Extreme weather events are becoming more frequent due to climate change. As the economic costs of disasters rise, can the insurance industry cope with the losses?
Extreme weather events like these are becoming more frequent. It’s not just causing untold human suffering but also ever-growing economic costs. As the losses pile up, will insurers be able to cope with the damage?
In 2017 Hurricane Harvey, mudslides in Sierra Leone, and monsoon floods in South Asia all contributed to the largest year on record for insurance losses - with payouts totalling $144bn.
In America for example between 1980 and 2015 you had about five events a year that each cost more than $1bn in damage. Since 2016 it’s been an average of 15 events like this a year.
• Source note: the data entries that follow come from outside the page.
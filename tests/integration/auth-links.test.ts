import { afterEach, beforeAll, describe, expect, it, vi } from "vitest";
import { eq } from "drizzle-orm";
import { signInLinkRequests } from "@/db/schema";
import { MAX_LINKS_PER_ADDRESS } from "@/lib/auth/rate-limit";
import { assertDeploymentConfig, deploymentConfigProblems, DeploymentConfigError } from "@/lib/server/deployment-config";
import { appUrl } from "@/lib/server/urls";
import { AuthClient } from "./auth-http";
import { db, outboxFor, seedOnce } from "./helpers";

const linkOf = (row: { payload: unknown }) => {
  const payload = (typeof row.payload === "string" ? JSON.parse(row.payload) : row.payload) as { url: string };
  return new URL(payload.url);
};

const saved = { ...process.env };
afterEach(() => {
  for (const key of ["AUTH_URL", "APP_URL", "NODE_ENV", "AUTH_SECRET", "TRUST_PROXY"] as const) {
    if (saved[key] === undefined) delete (process.env as Record<string, string | undefined>)[key];
    else (process.env as Record<string, string | undefined>)[key] = saved[key];
  }
});

describe("sign-in links are built from AUTH_URL only", () => {
  beforeAll(async () => {
    await seedOnce();
  });

  it("a forged Host / X-Forwarded-Host never reaches the link mailed to the member", async () => {
    const attacker = new AuthClient("http://evil.example", { host: "evil.example", "x-forwarded-host": "evil.example", "x-forwarded-proto": "https" });
    const response = await attacker.requestLink("member@hangarline.test");
    expect(response.status).toBe(302);
    const rows = outboxFor("member@hangarline.test").filter((r) => r.template === "magic-link");
    expect(rows).toHaveLength(1);
    const link = linkOf(rows[0]!);
    expect(link.origin).toBe("http://app.test");
    expect(link.pathname).toBe("/api/auth/callback/email");
    expect(JSON.stringify(rows[0])).not.toContain("evil.example");
  });

  it("even if Auth.js were given the forged host (no AUTH_URL in development), the link uses the configured address", async () => {
    delete process.env.AUTH_URL; // APP_URL (http://app.test) stays configured
    const attacker = new AuthClient("http://evil.example", { host: "evil.example", "x-forwarded-host": "evil.example" });
    await attacker.requestLink("safety@hangarline.test");
    const rows = outboxFor("safety@hangarline.test").filter((r) => r.template === "magic-link");
    expect(rows).toHaveLength(1);
    expect(linkOf(rows[0]!).origin).toBe("http://app.test");
    expect(JSON.stringify(rows[0])).not.toContain("evil.example");
  });

  it("25 link requests for one address send 5 e-mails; every request gets the same answer", async () => {
    const client = new AuthClient();
    const answers = new Set<string>();
    for (let i = 0; i < 25; i++) {
      const response = await client.requestLink("instructor@hangarline.test");
      answers.add(`${response.status} ${response.headers.get("location")}`);
    }
    expect(answers.size).toBe(1);
    expect(outboxFor("instructor@hangarline.test").filter((r) => r.template === "magic-link")).toHaveLength(MAX_LINKS_PER_ADDRESS);
    expect(db().select().from(signInLinkRequests).where(eq(signInLinkRequests.emailKey, "instructor@hangarline.test")).all()).toHaveLength(MAX_LINKS_PER_ADDRESS);
  });

  it("an address without an account gets no e-mail and the same answer", async () => {
    const client = new AuthClient();
    const known = await client.requestLink("treasurer@hangarline.test");
    const unknown = await client.requestLink("nobody-at-all@hangarline.test");
    expect(unknown.status).toBe(known.status);
    expect(unknown.headers.get("location")).toBe(known.headers.get("location"));
    expect(outboxFor("nobody-at-all@hangarline.test")).toHaveLength(0);
  });
});

describe("production refuses to start without AUTH_URL and AUTH_SECRET", () => {
  const good = { NODE_ENV: "production", AUTH_URL: "https://portal.example-club.org", AUTH_SECRET: "k".repeat(12) + "Zq9-random-enough-value-xx" };

  it("names each missing or unsafe setting", () => {
    expect(deploymentConfigProblems(good)).toEqual([]);
    expect(deploymentConfigProblems({ ...good, AUTH_URL: undefined }).join()).toMatch(/AUTH_URL is not set/);
    expect(deploymentConfigProblems({ ...good, AUTH_URL: "portal.example-club.org" }).join()).toMatch(/AUTH_URL must be an absolute http\(s\) address/);
    expect(deploymentConfigProblems({ ...good, AUTH_SECRET: undefined }).join()).toMatch(/AUTH_SECRET is not set/);
    expect(deploymentConfigProblems({ ...good, AUTH_SECRET: "hangarline-demo-secret-change-me-in-production" }).join()).toMatch(/published development secrets/);
    expect(deploymentConfigProblems({ ...good, AUTH_SECRET: "short" }).join()).toMatch(/shorter than 32/);
    expect(deploymentConfigProblems({ NODE_ENV: "production" })).toHaveLength(2);
    // Development and tests need neither.
    expect(deploymentConfigProblems({ NODE_ENV: "development" })).toEqual([]);
    expect(() => assertDeploymentConfig({ NODE_ENV: "production" })).toThrow(DeploymentConfigError);
    expect(() => assertDeploymentConfig({ NODE_ENV: "production" })).toThrow(/will not start in production[\s\S]*AUTH_URL[\s\S]*AUTH_SECRET/);
  });

  it("the server's start-up hook refuses, and no link is built from a request in production", async () => {
    const env = process.env as Record<string, string | undefined>;
    env.NODE_ENV = "production";
    delete env.AUTH_URL;
    delete env.APP_URL;
    delete env.AUTH_SECRET;
    const { register } = await import("@/instrumentation");
    const runtime = env.NEXT_RUNTIME;
    env.NEXT_RUNTIME = "nodejs";
    const exit = vi.spyOn(process, "exit").mockImplementation(((code?: number) => {
      throw new Error(`process.exit(${code})`);
    }) as never);
    const logged = vi.spyOn(process.stderr, "write").mockImplementation(() => true);
    try {
      await expect(register()).rejects.toThrow("process.exit(1)");
      expect(String(logged.mock.calls[0]?.[0])).toMatch(/will not start in production[\s\S]*AUTH_URL is not set[\s\S]*AUTH_SECRET is not set/);
    } finally {
      exit.mockRestore();
      logged.mockRestore();
      if (runtime === undefined) delete env.NEXT_RUNTIME;
      else env.NEXT_RUNTIME = runtime;
    }
    expect(() => appUrl("/invitations/x")).toThrow(/AUTH_URL is not set/);
    // Auth.js itself is not configured either: its handler refuses instead of using a known key.
    await expect(new AuthClient().request("/api/auth/csrf")).rejects.toThrow(/will not start in production/);
  });

  it("with AUTH_URL set, invitations and statements use it", () => {
    process.env.AUTH_URL = "https://portal.example-club.org";
    delete process.env.APP_URL;
    expect(appUrl("/invitations/abc")).toBe("https://portal.example-club.org/invitations/abc");
  });
});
This leaves the insurance industry uniquely exposed and having to pay out a lot of money all at once. Insurers aren’t helped by the obsolete information they rely on either. They find it hard to predict when this happens because their models are not really taking into account climate change. They look at maybe 30, 40 years of data and they assume that the environment within these data, this period, is pretty stable. So these models look at a world that doesn’t really exist anymore.
And it’s no surprise what’s now happening to the price of insurance. If you look at the last quarter premiums on property insurance in America rose by 10%. In Australia and New Zealand they rose by about 18%. And at some point premiums may simply become unaffordable especially so as disasters regularly happen in places where people can least afford to pay high premiums.
Half of last year’s losses from natural disasters were uninsured. And in America 85% of homeowners have no flood insurance even though half of the population lives near water. Increasing premiums might just lead to even more people being left out in the cold. But there are some more novel solutions.
So, for example, Lloyd’s of London has a policy that sends €1,000 per hectare to Spanish olive farmers as soon as the temperatures reach 36 degrees. So these are very simple solutions to put in place, very easy to implement and also quite cheap in fact, which is the main advantage. Rather than compensate the farmers after their losses are reported insurance companies monitor a specific parameter such as rainfall or temperature.
When this passes an agreed threshold they pay out a lump sum. Known as parametric insurance, this approach can help the insurance companies cut costs and in turn bring down premiums for the consumer. But as the climate crisis worsens the same challenges are likely to re-emerge. We cannot expect insurers to save us from climate change because the world fundamentally cannot be insured against climate change. However many companies already offer discounts to homeowners who for example install metallic shutters on the windows or flood-proof doors.
But they could make a more drastic step. So a city on the coast wants to build flood defences. This will require a lot of money but perhaps insurers maybe in cooperation with banks could offer some financing for them to do that. They can help us design solutions or take measures that will limit losses. And this is really the crucial role they can play.